Ex-minister who witnessed ‘horrible’ Myanmar military violence joins calls for Aung San Suu Kyi’s release
Share:
Paul Scully, whose family left Myanmar for Britain, saw ‘horrible things’ as Rohingya Muslim minority suffered violence and persecution. A former minister whose family left Myanmar for Britain has added his voice to growing calls for freedom for Aung San Suu Kyi, currently imprisoned by the brutal dictatorship there.
Paul Scully said her role as the figurehead for the campaign for democracy in the country was “both why she remains in prison and why we should keep pushing for her release”. His comments come after three former UK foreign secretaries called for the 80-year-old to be freed, warning she was being held on trumped-up charges and deserved the chance to lead her country democratically.
Placed under house arrest for 15 years between 1989 and 2010 before she was finally released, her fight for democracy made her a global figure and she was awarded the Nobel peace prize.
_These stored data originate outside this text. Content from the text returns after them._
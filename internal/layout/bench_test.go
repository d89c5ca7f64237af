package layout

import (
	"os"
	"path/filepath"
	"testing"
)

// BenchmarkDecode decodes the anechoic demo layout, the largest of the demos.
func BenchmarkDecode(b *testing.B) {
	data, err := os.ReadFile(filepath.Join(repoRoot, "layouts", "anechoic-model-jet.yaml"))
	if err != nil {
		b.Fatal(err)
	}
	b.ReportAllocs()
	for b.Loop() {
		if _, _, err := Decode("anechoic-model-jet.yaml", data); err != nil {
			b.Fatal(err)
		}
	}
}

// BenchmarkDecodeBroken decodes the layout with many errors.
func BenchmarkDecodeBroken(b *testing.B) {
	data, err := os.ReadFile(filepath.Join(repoRoot, brokenDir, "several_errors.yaml"))
	if err != nil {
		b.Fatal(err)
	}
	b.ReportAllocs()
	for b.Loop() {
		if _, _, err := Decode("several_errors.yaml", data); err == nil {
			b.Fatal("got no error")
		}
	}
}
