package layout

import (
	"testing"

	"arcwright/internal/planner"
)

// TestStarterPlansClean checks that the starter that `arcwright init`
// writes plans with every station ok: a newcomer's first plan shows no
// warning caused by the starter's own layout (issue 10, item 14: it gave
// 13, two of its own stands too close).
func TestStarterPlansClean(t *testing.T) {
	req, warns, err := Decode("starter.yaml", Starter())
	if err != nil || len(warns) > 0 {
		t.Fatalf("Decode: %v, warnings %v", err, warns)
	}
	p, err := planner.New(req)
	if err != nil {
		t.Fatal(err)
	}
	if p.Warn != 0 || p.Blocked != 0 {
		for _, s := range p.Stations {
			if s.Status != planner.OK {
				t.Errorf("%s: %s: %v", s.ID, s.Status, s.Reasons)
			}
		}
	}
}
But she has become a deeply divisive and controversial figure after she refused to speak out against her country’s extreme violence against its Rohingya Muslim minority.
Her fall from grace is explored in a new Independent TV documentary, Cancelled: The rise and fall of Aung San Suu Kyi, which takes an unbiased look at her life and the plight of Myanmar. Watch: Cancelled: The rise and fall of Aung San Suu Kyi Documentary on Independent TV.
Mr Scully, who also served as Theresa May’s trade envoy to Myanmar, said Ms Suu Kyi’s time as the country’s de facto prime minister would “forever be marred by her dismissal of the Rohingya people and her complicity in their repression, but she also knew that the country was only one step away from a return to military rule.